(Saved data entries)
**********

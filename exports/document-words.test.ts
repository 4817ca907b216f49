import { describe, expect, it } from 'vitest';
import { minor, mm } from '@shared/units';
import { buildBundleTicketsPdf } from './pdf/bundle-tickets.pdf';
import { buildCutTicketPdf } from './pdf/cut-ticket.pdf';
import { pdfText } from './pdf/pdf-reader.testing';
import { buildCostingSheetXlsx } from './xlsx/costing-sheet.xlsx';
import { buildBundleTicketsInput, buildMarkerListInput } from './xlsx/fixtures.testing';
import { readWorkbook } from './xlsx/workbook-reader.testing';
import type { CostingSheetInput } from './types';

/** Words an English document prints that must not reach a French one. */
const ENGLISH = ['Style', 'Batch', 'Marker length', 'Plies per roll', 'Shade lot', 'Expected remnant', 'Cutting-room cautions', 'garments', 'Bundle ticket', 'Pieces', 'Unit cost', 'Wholesale price', 'Suggested retail price', 'Lengths in', 'Cost line'];
const french = { language: 'fr' as const, locale: 'fr-CA', timeZone: 'America/Toronto' };

describe('documents in the studio language', () => {
  it('prints a cut ticket in French, in yards and inches, with no English label', async () => {
    const text = pdfText(await buildCutTicketPdf({ ...buildMarkerListInput({ unitSystem: 'imperial' }), ...french }, { compress: false }));
    expect(text).toContain('Fiche de coupe — matelas 1');
    expect(text).toContain('Longueur du placement');
    // 6.5 m = 7 yd 3 7/8 in (1 yd = 0.9144 m, 1 in = 25.4 mm: NIST SP 811 B.9); verge is the French yard.
    expect(text).toContain('7 vg 3 7/8"');
    for (const word of ENGLISH) expect(text, word).not.toContain(word);
    expect(text).not.toMatch(/\d[.,]\d+ (yd|vg|in|po|m)\b/);
  });

  it('prints bundle tickets in French with French plurals and decimal commas', async () => {
    const text = pdfText(await buildBundleTicketsPdf({ ...buildBundleTicketsInput(), ...french }, { compress: false }));
    expect(text).toContain('Ticket de paquet');
    expect(text).toMatch(/Temps alloué \d+,\d\d min/);
    expect(text).toMatch(/\d+ pièces/);
    for (const word of ENGLISH) expect(text, word).not.toContain(word);
  });

  it('dates a document in the studio time zone, not UTC', async () => {
    // 2026-12-03T02:00Z is 21:00 on 2 December in Toronto (UTC−5 in December, IANA tz database).
    const text = pdfText(await buildCutTicketPdf({ ...buildMarkerListInput(), ...french, dateIso: '2026-12-03T02:00:00Z' }, { compress: false }));
    expect(text).toContain('2 déc. 2026');
    expect(text).not.toContain('3 déc. 2026');
  });

  it('writes the costing workbook in French', async () => {
    const input: CostingSheetInput = {
      studioName: 'Atelier Laurier', dateIso: '2026-12-02', currency: 'CAD', unitSystem: 'imperial', ...french,
      style: { code: 'K1', name: 'Robe' }, batch: { code: 'B-0001' }, sizes: [{ size: 'M', quantity: 4 }],
      fabrics: [{ description: 'Popeline', pricePerLengthMinor: minor(799), consumptionMmBySize: { M: mm(2743.2) } }],
      trims: [{ description: 'Boutons', quantityPerGarment: 6, unit: 'pcs', unitPriceMinor: minor(15) }],
      labour: [{ operation: 'Montage', samMinutes: 30, rate: { perHourMinor: minor(1800) } }],
      overheads: [], marginPercent: 40, retailMultiplier: 2,
    };
    const workbook = await readWorkbook(await buildCostingSheetXlsx(input));
    const sheet = workbook.worksheets[0];
    expect(sheet.name).toBe('Fiche de prix de revient');
    const cells: string[] = [];
    sheet.eachRow((row) => row.eachCell((c) => { if (typeof c.value === 'string') cells.push(c.value); }));
    expect(cells).toContain('Coût unitaire');
    expect(cells).toContain('verges');
    expect(cells).toContain('Tissu');
    for (const word of ENGLISH) expect(cells.join('\n'), word).not.toContain(word);
  });
});
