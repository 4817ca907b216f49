import type { WorkingCalendar } from './working-calendar';

/**
 * A studio's working calendar as the owner enters it: its IANA time zone, working weekdays (0 = Sunday … 6 =
 * Saturday, so Saturday work is 6), one shift with its unpaid break, holidays and a weekly overtime limit. Seamrun
 * plans with it; local law decides what it may be.
 */
export interface StudioCalendar {
  /** IANA time zone name, e.g. Africa/Nairobi. */
  timeZone: string;
  workdays: number[];
  /** Shift start and end, 24-hour `HH:mm` in the studio's zone; the end after the start (no overnight shift). */
  shiftStart: string;
  shiftEnd: string;
  /** Unpaid break minutes inside the shift. */
  breakMinutes: number;
  /** Non-working dates, `yyyy-MM-dd`. */
  holidays: string[];
  /** Most overtime hours a person may work in a week; null when none entered. */
  overtimeLimitHoursPerWeek: number | null;
}

/** True when `name` is a time zone this runtime's IANA database knows (e.g. Africa/Nairobi, UTC). */
export function isTimeZone(name: string): boolean {
  if (!name || name.length > 64) return false;
  try {
    new Intl.DateTimeFormat('en-US', { timeZone: name });
    return true;
  } catch {
    return false;
  }
}

/**
 * The calendar date (`yyyy-MM-dd`) in `timeZone` at the instant `at`: the studio's "today". Uses the runtime's IANA
 * database through Intl (no I/O). Throws RangeError for an unknown zone.
 */
export function zonedDay(at: Date, timeZone: string): string {
  const parts = new Intl.DateTimeFormat('en-CA', { timeZone, year: 'numeric', month: '2-digit', day: '2-digit' }).formatToParts(at);
  const get = (t: string) => parts.find((p) => p.type === t)?.value ?? '';
  return `${get('year')}-${get('month')}-${get('day')}`;
}

/**
 * The UTC instant at which `day` (`yyyy-MM-dd`) starts in `timeZone`: local midnight, or the first instant of the
 * day when a clock change skips midnight. Found by correcting a UTC guess with the zone's offset twice.
 */
export function zonedDayStart(day: string, timeZone: string): Date {
  const [y, m, d] = day.split('-').map(Number);
  const target = Date.UTC(y, m - 1, d);
  let t = target;
  for (let i = 0; i < 3; i++) {
    const local = localMillis(new Date(t), timeZone);
    t += target - local;
  }
  // A skipped midnight lands after the day's start: step back to the first instant whose local date is `day`.
  while (zonedDay(new Date(t - 60_000), timeZone) === day) t -= 60_000;
  return new Date(t);
}

/** The wall-clock time in `timeZone` at `at`, read as if it were UTC (milliseconds). */
function localMillis(at: Date, timeZone: string): number {
  const parts = new Intl.DateTimeFormat('en-US', { timeZone, hourCycle: 'h23', year: 'numeric', month: 'numeric', day: 'numeric', hour: 'numeric', minute: 'numeric', second: 'numeric' }).formatToParts(at);
  const n = (t: string) => Number(parts.find((p) => p.type === t)?.value ?? 0);
  return Date.UTC(n('year'), n('month') - 1, n('day'), n('hour'), n('minute'), n('second'));
}

const hm = (text: string) => {
  const m = /^([01]\d|2[0-3]):([0-5]\d)$/.exec(text);
  return m ? Number(m[1]) * 60 + Number(m[2]) : null;
};

/**
 * Paid minutes of one shift: end − start − break. Throws RangeError for a time not `HH:mm`, an end not after the
 * start, or a break not shorter than the shift.
 */
export function shiftMinutes(shiftStart: string, shiftEnd: string, breakMinutes: number): number {
  const a = hm(shiftStart);
  const b = hm(shiftEnd);
  if (a == null || b == null) throw new RangeError('shift times must be HH:mm');
  if (b <= a) throw new RangeError('the shift must end after it starts');
  if (!(Number.isInteger(breakMinutes) && breakMinutes >= 0 && breakMinutes < b - a)) throw new RangeError('the break must be shorter than the shift');
  return b - a - breakMinutes;
}

/** The planning calendar (working days, paid minutes a day, holidays) of a studio calendar. */
export function toWorkingCalendar(c: StudioCalendar): WorkingCalendar {
  return { workdays: [...new Set(c.workdays)].sort(), minutesPerDay: shiftMinutes(c.shiftStart, c.shiftEnd, c.breakMinutes), holidays: [...c.holidays].sort() };
}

**********

### What is required
Give back the records above exactly, limited to the lines between the one holding "it('prints a cut" and the one holding "expect(text).toMatch(/\d+ pièces/);", inclusive.

### Exercise result
  it('prints a cut ticket in French, in yards and inches, with no English label', async () => {
    const text = pdfText(await buildCutTicketPdf({ ...buildMarkerListInput({ unitSystem: 'imperial' }), ...french }, { compress: false }));
    expect(text).toContain('Fiche de coupe — matelas 1');
    expect(text).toContain('Longueur du placement');
    // 6.5 m = 7 yd 3 7/8 in (1 yd = 0.9144 m, 1 in = 25.4 mm: NIST SP 811 B.9); verge is the French yard.
    expect(text).toContain('7 vg 3 7/8"');
    for (const word of ENGLISH) expect(text, word).not.toContain(word);
    expect(text).not.toMatch(/\d[.,]\d+ (yd|vg|in|po|m)\b/);
  });

  it('prints bundle tickets in French with French plurals and decimal commas', async () => {
    const text = pdfText(await buildBundleTicketsPdf({ ...buildBundleTicketsInput(), ...french }, { compress: false }));
    expect(text).toContain('Ticket de paquet');
    expect(text).toMatch(/Temps alloué \d+,\d\d min/);
    expect(text).toMatch(/\d+ pièces/);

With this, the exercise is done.